**RECORDED DATA**:
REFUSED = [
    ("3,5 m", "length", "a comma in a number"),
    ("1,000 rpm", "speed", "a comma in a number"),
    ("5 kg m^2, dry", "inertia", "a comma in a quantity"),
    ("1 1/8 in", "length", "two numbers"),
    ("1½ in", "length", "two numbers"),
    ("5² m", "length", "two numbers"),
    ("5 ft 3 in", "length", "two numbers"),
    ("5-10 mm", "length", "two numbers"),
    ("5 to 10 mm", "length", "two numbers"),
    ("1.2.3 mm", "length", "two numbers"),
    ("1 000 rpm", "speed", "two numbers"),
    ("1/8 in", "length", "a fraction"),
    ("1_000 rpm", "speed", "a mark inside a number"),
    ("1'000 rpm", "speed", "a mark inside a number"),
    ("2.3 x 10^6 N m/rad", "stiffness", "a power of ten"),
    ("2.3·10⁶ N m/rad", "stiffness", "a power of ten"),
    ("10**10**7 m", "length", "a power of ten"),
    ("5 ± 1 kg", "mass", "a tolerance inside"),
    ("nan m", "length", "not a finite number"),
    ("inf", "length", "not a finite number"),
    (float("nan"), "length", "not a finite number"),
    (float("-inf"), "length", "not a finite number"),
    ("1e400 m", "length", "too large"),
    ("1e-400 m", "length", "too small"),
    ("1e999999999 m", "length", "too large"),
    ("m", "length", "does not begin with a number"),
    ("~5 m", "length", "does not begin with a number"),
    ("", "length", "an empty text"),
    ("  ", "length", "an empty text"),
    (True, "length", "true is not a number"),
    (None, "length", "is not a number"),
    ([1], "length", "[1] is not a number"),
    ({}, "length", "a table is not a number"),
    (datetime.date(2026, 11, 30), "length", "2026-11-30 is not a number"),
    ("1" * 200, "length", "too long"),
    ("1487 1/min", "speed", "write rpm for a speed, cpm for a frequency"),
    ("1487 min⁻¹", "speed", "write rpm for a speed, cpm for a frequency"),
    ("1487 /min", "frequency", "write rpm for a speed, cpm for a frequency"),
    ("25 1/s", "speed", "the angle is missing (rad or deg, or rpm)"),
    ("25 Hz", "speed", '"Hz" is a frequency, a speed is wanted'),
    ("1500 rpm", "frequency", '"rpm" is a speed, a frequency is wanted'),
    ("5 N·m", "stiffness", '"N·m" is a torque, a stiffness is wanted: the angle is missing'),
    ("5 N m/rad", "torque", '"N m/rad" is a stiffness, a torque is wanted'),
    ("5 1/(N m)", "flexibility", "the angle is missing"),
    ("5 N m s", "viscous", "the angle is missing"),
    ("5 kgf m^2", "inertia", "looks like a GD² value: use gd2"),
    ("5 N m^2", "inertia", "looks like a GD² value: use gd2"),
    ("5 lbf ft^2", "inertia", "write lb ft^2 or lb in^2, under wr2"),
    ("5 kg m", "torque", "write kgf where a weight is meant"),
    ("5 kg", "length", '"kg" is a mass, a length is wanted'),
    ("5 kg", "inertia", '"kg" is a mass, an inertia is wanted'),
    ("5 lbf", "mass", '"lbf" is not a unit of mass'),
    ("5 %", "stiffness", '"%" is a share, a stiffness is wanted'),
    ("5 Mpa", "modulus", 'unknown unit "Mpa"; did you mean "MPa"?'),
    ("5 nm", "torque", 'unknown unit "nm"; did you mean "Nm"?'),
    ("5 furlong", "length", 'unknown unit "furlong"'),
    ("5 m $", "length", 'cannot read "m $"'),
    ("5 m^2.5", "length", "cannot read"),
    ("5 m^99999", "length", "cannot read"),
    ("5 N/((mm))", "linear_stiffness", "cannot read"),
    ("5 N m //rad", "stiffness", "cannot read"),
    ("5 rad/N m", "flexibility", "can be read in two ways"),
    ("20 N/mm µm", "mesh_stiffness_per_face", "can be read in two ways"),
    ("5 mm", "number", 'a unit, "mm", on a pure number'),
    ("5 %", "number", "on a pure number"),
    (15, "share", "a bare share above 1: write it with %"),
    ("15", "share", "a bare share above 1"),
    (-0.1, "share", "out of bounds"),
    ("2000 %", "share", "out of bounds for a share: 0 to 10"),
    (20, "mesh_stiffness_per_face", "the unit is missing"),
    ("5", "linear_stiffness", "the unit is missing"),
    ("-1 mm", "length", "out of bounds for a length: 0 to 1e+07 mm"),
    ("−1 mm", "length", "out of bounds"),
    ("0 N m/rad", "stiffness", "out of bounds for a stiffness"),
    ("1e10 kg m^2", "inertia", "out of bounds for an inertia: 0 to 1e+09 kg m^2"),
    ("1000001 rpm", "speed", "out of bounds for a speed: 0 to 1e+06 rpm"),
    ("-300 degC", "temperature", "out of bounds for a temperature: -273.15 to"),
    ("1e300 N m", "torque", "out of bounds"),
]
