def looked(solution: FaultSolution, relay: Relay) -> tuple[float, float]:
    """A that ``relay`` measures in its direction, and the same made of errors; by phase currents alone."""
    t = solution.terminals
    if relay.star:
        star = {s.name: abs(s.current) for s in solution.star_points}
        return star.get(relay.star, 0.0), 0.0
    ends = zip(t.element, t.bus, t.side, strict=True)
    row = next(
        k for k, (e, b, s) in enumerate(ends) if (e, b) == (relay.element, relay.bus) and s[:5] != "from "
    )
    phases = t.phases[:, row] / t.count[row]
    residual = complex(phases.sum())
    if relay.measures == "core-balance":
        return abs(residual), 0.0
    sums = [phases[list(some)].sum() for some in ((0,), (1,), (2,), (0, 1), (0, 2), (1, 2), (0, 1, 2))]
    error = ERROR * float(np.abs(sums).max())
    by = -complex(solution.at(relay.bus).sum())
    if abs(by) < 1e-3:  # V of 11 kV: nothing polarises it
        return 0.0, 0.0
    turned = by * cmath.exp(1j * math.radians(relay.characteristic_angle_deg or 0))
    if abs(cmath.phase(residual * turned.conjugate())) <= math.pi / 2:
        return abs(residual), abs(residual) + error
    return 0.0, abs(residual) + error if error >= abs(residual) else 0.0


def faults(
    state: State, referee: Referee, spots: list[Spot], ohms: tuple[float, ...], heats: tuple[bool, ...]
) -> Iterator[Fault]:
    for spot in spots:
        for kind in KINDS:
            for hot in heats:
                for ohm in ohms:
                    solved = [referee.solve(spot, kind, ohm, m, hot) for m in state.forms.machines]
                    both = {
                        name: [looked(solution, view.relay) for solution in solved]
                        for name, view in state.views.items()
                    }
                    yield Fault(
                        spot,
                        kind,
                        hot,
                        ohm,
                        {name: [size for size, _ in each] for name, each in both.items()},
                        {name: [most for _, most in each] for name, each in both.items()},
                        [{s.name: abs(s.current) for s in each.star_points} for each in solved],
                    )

**DESCRIPTION OF THE TASK**:
Each line above with the string "pure" in it should be located and copied.

**REPLY TO THE EXERCISE**:
    ("5 mm", "number", 'a unit, "mm", on a pure number'),
    ("5 %", "number", "on a pure number"),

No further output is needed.